HFS activates synthesis of reporter protein. A1, B1, Fluorescence images of pyramidal cells transfected with reporter construct. Left baseline fluorescence, middle, and right color-coded changes from baseline fluorescence before (middle) and 60 min after (right) HFS (A1) or with continued baseline recordings (B1). Colors indicate the following: decrease, blue; no change, green; increase, red. Scale from −50 to +50%. A2, B2, Time course of fluorescence levels in ROIs from a cell subjected to HFS (A2) and a control cell without HFS (B2). ROIs are indicated in A1 and B1. A3, B3, Ensemble average of reporter protein levels from ROIs as defined in Figure 2B. Signals from secondary apical dendrites (distant from the stimulation electrode) that exhibited decreasing fluorescence levels after HFS were pooled together and represented by gray symbols in A3. Scale bars, 70 μm.

Figure 4.

HFS activates protein degradation. A–F, The diagrams show ensemble averages of the time course of reporter protein levels under different experimental conditions.
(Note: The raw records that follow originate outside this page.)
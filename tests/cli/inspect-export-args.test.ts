// The shared argument helpers used by inspect, export and the later commands.
import { describe, expect, it } from 'vitest';
import { formatOptionHelp, numberOption, parseCommandArgs, parseValueWithUnit, stringList } from '../../src/cli/args';
import { parseColumnOption, parseImportOptions, parseUtcOffset, importOptionSpecs } from '../../src/cli/import-options';
import { UsageError } from '../../src/cli/io';

describe('parseCommandArgs', () => {
  it('parseCommandArgs reads options, repeated options and positionals', () => {
    const { values, positionals } = parseCommandArgs(['a.csv', '--column', '2=pressure:mbar', 'b.csv', '--column', '3=ignore', '--json'], { ...importOptionSpecs, json: { type: 'boolean', description: '' } });
    expect(positionals).toEqual(['a.csv', 'b.csv']);
    expect(stringList(values, 'column')).toEqual(['2=pressure:mbar', '3=ignore']);
    expect(values.json).toBe(true);
  });

  it('parseCommandArgs(unknown option or missing value) throws UsageError', () => {
    expect(() => parseCommandArgs(['--nope'], importOptionSpecs)).toThrow(UsageError);
    expect(() => parseCommandArgs(['--delimiter'], importOptionSpecs)).toThrow(UsageError);
  });

  it('numberOption refuses text and values below the limit', () => {
    expect(numberOption({ r: '2.5e3' }, 'r')).toBe(2500);
    expect(() => numberOption({ r: 'fast' }, 'r')).toThrow("--r needs a number, not 'fast'");
    expect(() => numberOption({ r: '0' }, 'r', { min: 0, exclusiveMin: true })).toThrow('must be above 0');
  });

  it('formatOptionHelp lists every option with its value name', () => {
    const help = formatOptionHelp(importOptionSpecs);
    for (const name of Object.keys(importOptionSpecs)) expect(help).toContain(`--${name}`);
    expect(help).toContain('<n|name>=<quantity>[:<unit>]');
  });
});

describe('parseValueWithUnit (conversion factors: NIST SP 811 B.8, BIPM SI Brochure 9th ed. Tables 7–8)', () => {
  it('parseValueWithUnit(50mbar) = 5000 Pa; (2.5 µL/min) = 2.5e-9/60 m³/s; (2 min) = 120 s', () => {
    // 1 mbar = 100 Pa (physics.md §5, exact); 1 µL/min = 1e-9/60 m³/s; 1 min = 60 s; 1 kPa = 1e3 Pa.
    expect(parseValueWithUnit('50mbar', 'p', ['pressure'])).toBe(5000);
    expect(parseValueWithUnit('2.5 µL/min', 'q', ['flow'])).toBeCloseTo(2.5e-9 / 60, 24);
    expect(parseValueWithUnit('2 min', 't', ['time'])).toBe(120);
    expect(parseValueWithUnit('3', 'p', ['pressure'], 'kPa')).toBe(3000);
  });

  it('parseValueWithUnit refuses a unit of the wrong kind, an unknown unit, or no unit', () => {
    expect(() => parseValueWithUnit('50 uL/min', 'p', ['pressure'])).toThrow(/not a pressure unit.*Known: Pa/);
    expect(() => parseValueWithUnit('50 atm2', 'p', ['pressure'])).toThrow(UsageError);
    expect(() => parseValueWithUnit('50', 'p', ['pressure'])).toThrow('--p needs a unit, e.g. 50mbar');
  });
});

describe('parseImportOptions', () => {
  it('parseImportOptions maps every option to ImportOptions', () => {
    const { values } = parseCommandArgs(['--delimiter', 'semicolon', '--decimal', 'comma', '--time-column', 'Zeit', '--time-format', 'ms', '--timezone', '+05:30', '--sample-rate', '100', '--column', 'Flow=flow_setpoint:uL/min', '--density', '1260', '--skip-bad-rows', '--sort-time', '--drop-repeated-time'], importOptionSpecs);
    expect(parseImportOptions(values)).toEqual({
      delimiter: ';', decimal: ',', timeColumn: 'Zeit', timeFormat: 'milliseconds', timezoneOffsetMin: 330, sampleRateHz: 100,
      columns: [{ column: 'Flow', quantity: 'flow_setpoint', unit: 'uL/min' }], liquidDensityKgPerM3: 1260,
      skipBadRows: true, sortTime: true, dropRepeatedTime: true,
    });
  });

  it('parseUtcOffset reads +hh:mm, -hhmm and Z', () => {
    // ISO 8601 offsets (from memory): Z = +00:00; −05:00 = −300 min; '+1' is our shorthand for +01:00.
    expect(parseUtcOffset('Z')).toBe(0);
    expect(parseUtcOffset('-0500')).toBe(-300);
    expect(parseUtcOffset('+1')).toBe(60);
    expect(() => parseUtcOffset('Europe/Paris')).toThrow(UsageError);
  });

  it('parseColumnOption refuses an unknown quantity', () => {
    expect(parseColumnOption('3=ignore')).toEqual({ column: 3, quantity: 'ignore' });
    expect(() => parseColumnOption('3=temperature:C')).toThrow(/unknown quantity 'temperature'/);
    expect(() => parseColumnOption('pressure')).toThrow(UsageError);
  });
});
Horizontal bars indicate drug application times. A, Anisomycin (25 μm; n = 4). B, HFS in the presence of anisomycin. C, HFS in the presence of MG132 (10 μm). D, HFS in the presence of MG132 and anisomycin.

Figure 5.

Inhibition of translation by rapamycin and prevention of LTP expression by AP-5 prevent HFS-induced protein synthesis but not protein degradation. A, Rapamycin (200 nm; n = 6) applied during baseline recordings. B, HFS in the presence of rapamycin (n = 13). C, HFS in the presence of AP-5 (n = 9).